I’m not talking about a fancy heart rate monitor that they hook you up to you when you’re in the hospital. It doesn’t have to be fancy at all. Polar makes very good monitors for as cheap as $50 at Dick’s or Sports Authority or any other sporting goods store. This little device (I recommend buying one that comes with both the chest strap and the wrist watch) can help take your fitness level to the next level and will help you reach your fitness goals that must faster.
I see it far too often….people in the gym claiming they are working hard and really pushing themselves. I then realize they don’t have a bead of sweat on them. They don’t stink (not saying I like it when people stink) and they aren’t even really breathing hard. So why are they telling me how hard they are working? Are they actually pushing themselves that hard? Most likely not. When I have a client and want them to run on the days when I don’t meet with them, I can tell them I want them to work hard. I can say, “Now, make sure you push yourself hard and challenge yourself.” But what does that really mean? What does it mean to them when I tell them to work hard? Everyone is going to have their own definition of “working hard”. They have no idea how hard they are actually working (and I don’t know either). I could tell them to work at a level of 8 out of 10 but even then, how do you accurately measure that? You really can’t at all. This is exactly why investing in a heart rate monitor can completely change how you exercise and the effectiveness you get from your workouts. Here are a few reasons why wearing a heart rate monitor will change you:
Everyone is different when it comes to their heart rate. Everyone has a different resting heart rate. It will depend on your gender, age, fitness level, diet, etc, etc, etc. The ONLY true and accurate way to gauge what your heart rate is is to wear a monitor. Plain and simple. And how will this help you on your fitness journey you ask? By wearing a HR (heart rate) monitor, you can then find out what YOUR resting heart rate is. When you have this you can then figure out (or I can help you) what heart rate range is most appropriate for YOU. There is a certain thing called the “Fat Burning Zone”. That sounds nice, doesn’t it? I’ll say it again….The Fat Burning Zone. The only way to accurately figure out what this zone is and to keep your heart rate in this zone is to be able to physically see what your heart rate is doing (right there on your watch in an easy to read digital number!). If your goal is to train for long distance running, you might want to keep your heart rate at a lower intensity for a longer period of time.
If your goal is to burn fat as fast as possible, you might want to do interval training (your HR will fluctuate low to high). If your goal is to just improve your cardiovascular fitness overall, you will want to combine a few different workouts and intensities throughout the week. One workout might consist of keeping your HR steady for an hour and the next workout might be to get it up very high (90% intensity) for a minute then let it recover then up high again and so on. I even recommend using a HR monitor during weight training workouts.

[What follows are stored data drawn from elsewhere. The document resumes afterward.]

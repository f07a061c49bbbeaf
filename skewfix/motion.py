"""Camera motion as continuous functions of time, fitted from timed tracks.

The image of a world-fixed point ``q`` at time ``t`` is::

    p(t) = c + S(t) (q - X(t)),     S(t) = exp(sigma(t)) R(theta(t))

with ``c`` the image centre, ``X(t) = (pan_x, pan_y)`` the view offset in
pixels (pan and tilt), ``theta`` the roll about the centre and ``sigma`` the
log zoom. Each curve is a uniform cubic B-spline with knots at sub-frame
spacing (vibration at 10-15 Hz lives inside one frame's readout) and a
second-difference smoothness penalty (P-splines; Eilers & Marx, 1996).

A feature tracked from ``p0`` in frame ``k`` to ``p1`` in frame ``k+1`` was
seen at ``t0 = t(k, y0)`` and ``t1 = t(k+1, y1)`` (the row clock). A
world-fixed point satisfies ``X(t0) + S(t0)^-1 (p0-c) = X(t1) + S(t1)^-1 (p1-c)``,
which is solved for the knot values by Gauss-Newton with iteratively
reweighted least squares (Cauchy weights; Holland & Welsch, 1977), so that
moving objects are treated as outliers. Frame pairs with no measurement are
bridged by the smoothness prior alone; a cut splits the clip into shots that
are fitted separately.
"""

from __future__ import annotations

from dataclasses import dataclass, field

import numpy as np

from skewfix.background import choose_background
from skewfix.banded import BandedSystem, grouped_gram, scatter_vector
from skewfix.models import MotionKind, make_kind
from skewfix.rowclock import RowClock


# --------------------------------------------------------------------------
# Uniform cubic B-spline basis
# --------------------------------------------------------------------------

def bspline_basis(t: np.ndarray, t_start: float, spacing: float, n_coef: int):
    """Indices (n, 4) and weights (n, 4) of the cubic B-spline basis at ``t``."""
    u = (np.asarray(t, dtype=np.float64) - t_start) / spacing
    i = np.clip(np.floor(u).astype(np.int64), 0, n_coef - 4)
    s = u - i
    s2, s3 = s * s, s * s * s
    w = np.stack(
        [
            (1 - s) ** 3 / 6.0,
            (3 * s3 - 6 * s2 + 4) / 6.0,
            (-3 * s3 + 3 * s2 + 3 * s + 1) / 6.0,
            s3 / 6.0,
        ],
        axis=-1,
    )
    idx = i[..., None] + np.arange(4)
    return idx, w


@dataclass
class MotionSegment:
    """One shot's motion curves: B-spline coefficients on a shared knot grid."""

    first_frame: int
    last_frame: int
    knot_start: float
    knot_spacing: float
    coefficients: np.ndarray  # (n_curves, n_coef), in the order of the model's ``curves``

    @property
    def n_coef(self) -> int:
        return self.coefficients.shape[1]

    def evaluate(self, t) -> np.ndarray:
        """The curves at times ``t``: an array (n_curves, *t.shape)."""
        idx, w = bspline_basis(t, self.knot_start, self.knot_spacing, self.n_coef)
        return (self.coefficients[:, idx] * w).sum(axis=-1)

    def tabulated(self, t_lo: float, t_hi: float, samples: int = 257) -> "TabulatedSegment":
        """This segment sampled on [t_lo, t_hi], for evaluating at many times in a short span."""
        return TabulatedSegment(self, t_lo, t_hi, samples)


class TabulatedSegment:
    """A `MotionSegment` sampled on a fine time grid and read by linear interpolation.

    A frame's map needs the curves at thousands of times within one readout;
    interpolating a few hundred samples over the span is several times cheaper
    than evaluating the spline at each, and off by well under 1e-3 px for any
    motion a camera makes (the error is ``h^2 |x''| / 8``: 0.1 ms spacing and
    1e5 px/s^2 give 1.3e-4 px). Times outside the span are evaluated exactly.
    """

    def __init__(self, segment: MotionSegment, t_lo: float, t_hi: float, samples: int = 257):
        self.segment = segment
        self.t_lo, self.t_hi = float(t_lo), float(max(t_hi, t_lo))
        self.times = np.linspace(self.t_lo, self.t_hi, samples)
        self.values = segment.evaluate(self.times)  # (n_curves, samples)

    def evaluate(self, t) -> np.ndarray:
        t = np.asarray(t, dtype=np.float64)
        if self.t_hi - self.t_lo < 1e-12 or t.size == 0 or t.min() < self.t_lo or t.max() > self.t_hi:
            return self.segment.evaluate(t)
        return np.stack([np.interp(t, self.times, v) for v in self.values])


class ShotCurves:
    """One shot's curves put together from consecutive fits on a shared knot grid.

    A streamed clip is fitted in overlapping windows whose knot grids share
    ``origin`` and ``spacing`` and whose gauge is carried from one window to
    the next (`fit_motion`'s ``anchors``). Each window then hands over the
    coefficients from the start of the frames it is responsible for, so the
    shot's curves are one spline with no jump at the window borders.
    """

    def __init__(self, first_frame: int, origin: float, spacing: float):
        self.first_frame = self.last_frame = first_frame
        self.origin, self.spacing = float(origin), float(spacing)
        self.base = 0  # global knot index of coefficients[:, 0]
        self.coefficients: np.ndarray | None = None

    def _index(self, t: float) -> int:
        return int(np.floor((t - self.origin) / self.spacing + 1e-9))

    def add(self, seg: MotionSegment, t_from: float, last_frame: int) -> None:
        """Take ``seg``'s coefficients for times from ``t_from`` on (frames up to ``last_frame``)."""
        offset = int(round((seg.knot_start - self.origin) / self.spacing))
        if self.coefficients is None:
            self.base, self.coefficients = offset, seg.coefficients.copy()
        else:
            start = max(self._index(t_from), offset, self.base)
            keep = self.coefficients[:, :start - self.base]
            self.coefficients = np.concatenate([keep, seg.coefficients[:, start - offset:]], axis=1)
        self.last_frame = last_frame

    def segment(self) -> MotionSegment:
        return MotionSegment(self.first_frame, self.last_frame, self.origin + self.base * self.spacing,
                             self.spacing, self.coefficients)


@dataclass
class MotionModel:
    """The whole clip's motion: one `MotionSegment` per shot, the model that reads
    the curves (`skewfix.models`), plus what was seen."""

    width: int
    height: int
    segments: list[MotionSegment]
    unmeasured_pairs: list[int] = field(default_factory=list)  # k: pair (k, k+1) gave nothing
    cuts: list[int] = field(default_factory=list)  # k: a cut between k and k+1
    inlier_fraction: float = 1.0
    kind: MotionKind | None = None
    #: why this model was used (for notes, reports and measure --json)
    model_reason: str = ""
    #: what the fit found doubtful (shown as notes)
    warnings: list[str] = field(default_factory=list)
    #: per fitted pair k, which of its tracks were taken for the static world (not saved)
    background: dict[int, np.ndarray] = field(default_factory=dict, repr=False)

    def __post_init__(self):
        if self.kind is None:
            self.kind = make_kind("similarity", self.width, self.height)

    @property
    def centre(self):
        return ((self.width - 1) / 2.0, (self.height - 1) / 2.0)

    def segment_for(self, k: int) -> MotionSegment:
        for seg in self.segments:
            if seg.first_frame <= k <= seg.last_frame:
                return seg
        raise IndexError(f"frame {k} is outside the fitted motion")

    def world_from_image(self, seg, t, px, py) -> tuple:
        """The world point(s) seen at image point(s) (px, py) at time(s) ``t``."""
        return self.kind.to_world(seg.evaluate(t), px, py)

    def image_from_world(self, seg, t, world) -> tuple[np.ndarray, np.ndarray]:
        """Image position at time(s) ``t`` of world point(s) ``world``."""
        return self.kind.to_image(seg.evaluate(t), world)


# --------------------------------------------------------------------------
# Fitting
# --------------------------------------------------------------------------

@dataclass
class FitSettings:
    """Knobs of the motion fit.

    knots_per_frame  knot density (4 follows vibration up to ~frame rate / 2)
    smoothness       weight of the second-difference penalty
    model            "similarity" (pan, tilt, roll, zoom) or "translation" (pan, tilt only);
                     ignored when ``kind`` is given
    kind             the motion model (`skewfix.models.MotionKind`), e.g. a lens's rotation
    iterations       Gauss-Newton / reweighting rounds
    knot_spacing     seconds between knots (default: the frame interval / knots_per_frame)
    knot_origin      a time on the knot grid: windows of one streamed clip share one grid
    """

    knots_per_frame: float = 4.0
    smoothness: float = 0.02
    model: str = "similarity"
    iterations: int = 4
    min_tracks: int = 8
    kind: MotionKind | None = None
    knot_spacing: float | None = None
    knot_origin: float | None = None

    def kind_for(self, width: int, height: int) -> MotionKind:
        if self.kind is not None:
            return self.kind
        return make_kind("similarity", width, height, translation_only=self.model == "translation")


@dataclass
class PairObservations:
    """Tracks between frames k and k+1 in full-resolution stored coordinates."""

    k: int
    p0: np.ndarray  # (n, 2)
    p1: np.ndarray  # (n, 2)
    cut: bool = False
    #: (n,) int64 identity of each track; a feature followed over several frames keeps one
    #: id, so the fit can remember that it once moved against the background (None: unknown)
    ids: np.ndarray | None = None
    #: how the pair was measured: "tracks" (features), or "global" (whole-frame phase
    #: correlation only: a shift, no row timing; weaker evidence)
    method: str = "tracks"


def thin_tracks(pairs: list[PairObservations], limit: int, seed: int = 0) -> list[PairObservations]:
    """The pairs with at most ``limit`` tracks each (an even random choice, in order; the
    tracks keep their ids), for searches that fit the same tracks many times."""
    rng = np.random.default_rng(seed)
    out = []
    for p in pairs:
        if len(p.p0) > limit:
            keep = np.sort(rng.choice(len(p.p0), limit, replace=False))
            p = PairObservations(p.k, p.p0[keep], p.p1[keep], p.cut, None if p.ids is None else p.ids[keep], p.method)
        out.append(p)
    return out


def split_shots(n_frames: int, pairs: list[PairObservations]) -> list[tuple[int, int]]:
    """Frame ranges of the shots between detected cuts."""
    cut_after = sorted(p.k for p in pairs if p.cut)
    shots, start = [], 0
    for k in cut_after:
        shots.append((start, k))
        start = k + 1
    shots.append((start, n_frames - 1))
    return shots


def fit_motion(
    pairs: list[PairObservations],
    clock: RowClock,
    width: int,
    settings: FitSettings | None = None,
    anchors: dict[int, np.ndarray] | None = None,
    prior=None,
    frame_offset: int = 0,
) -> MotionModel:
    """Fit the clip's motion curves from timed tracks (one spline per shot).

    The tracks that follow the static world are chosen consistently over each
    shot first (`skewfix.background.choose_background`); ``prior(k, p0) -> p1``
    predicts the world's tracks of pair ``k`` from an earlier fit (a streamed
    clip's previous window). ``anchors`` maps a shot's first frame to the gauge
    curves' values at that frame's start time (a streamed clip carries its
    gauge from one window to the next); without one, the gauge curves start at zero.
    ``frame_offset`` is added to frame numbers in warnings (a window's first frame).
    """
    settings = settings or FitSettings()
    kind = settings.kind_for(width, clock.height)
    n_frames = len(clock.frame_times)
    shots = split_shots(n_frames, pairs)
    model = MotionModel(width=width, height=clock.height, segments=[], kind=kind)
    model.cuts = sorted(p.k for p in pairs if p.cut)
    inl, tot = 0.0, 0
    for first, last in shots:
        shot_pairs = [p for p in pairs if first <= p.k < last and not p.cut]
        anchor = None if anchors is None else anchors.get(first)
        seg, w_sum, n_obs, warning, masks = _fit_segment(shot_pairs, clock, kind, first, last, settings, anchor,
                                                         prior)
        model.segments.append(seg)
        model.background.update(masks)
        if warning:
            model.warnings.append(f"frames {first + frame_offset}-{last + frame_offset}: {warning}")
        inl += w_sum
        tot += n_obs
    model.unmeasured_pairs = sorted(
        p.k for p in pairs if not p.cut and len(p.p0) < settings.min_tracks
    )
    model.inlier_fraction = inl / tot if tot else 0.0
    return model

This way you can see what your heart rate is doing in between sets and if your goal is to burn fat then you probably want to keep it increased in between sets.
I know several people who like to walk for exercise. That’s fine and dandy but there is usually one major problem. They have no idea what their HR is and they probably don’t even care. They should care because if they are used to walking at the same exact pace 5 days a week, their HR is more than likely not increasing very much anymore…..hence, not as much benefit from their workout. Click HERE is read my post about why changing it up is so important.
With all of that said, I like having my clients wear a heart rate monitor, at least on the workouts when I’m not with them. I figure out the appropriate HR range for them depending on what I want them to do that day. They know exactly how hard to work because they know what the number of their wrist watch should say. When I ask them the next day how hard they worked, they tell me they stayed in the prescribed range and I know for a fact that they pushed themself to the point I wanted them to (HR monitors have a feature where you can save past workouts). This is much more effective than having them tell me they were at a 7 out of 10. What does that even mean? Go shop!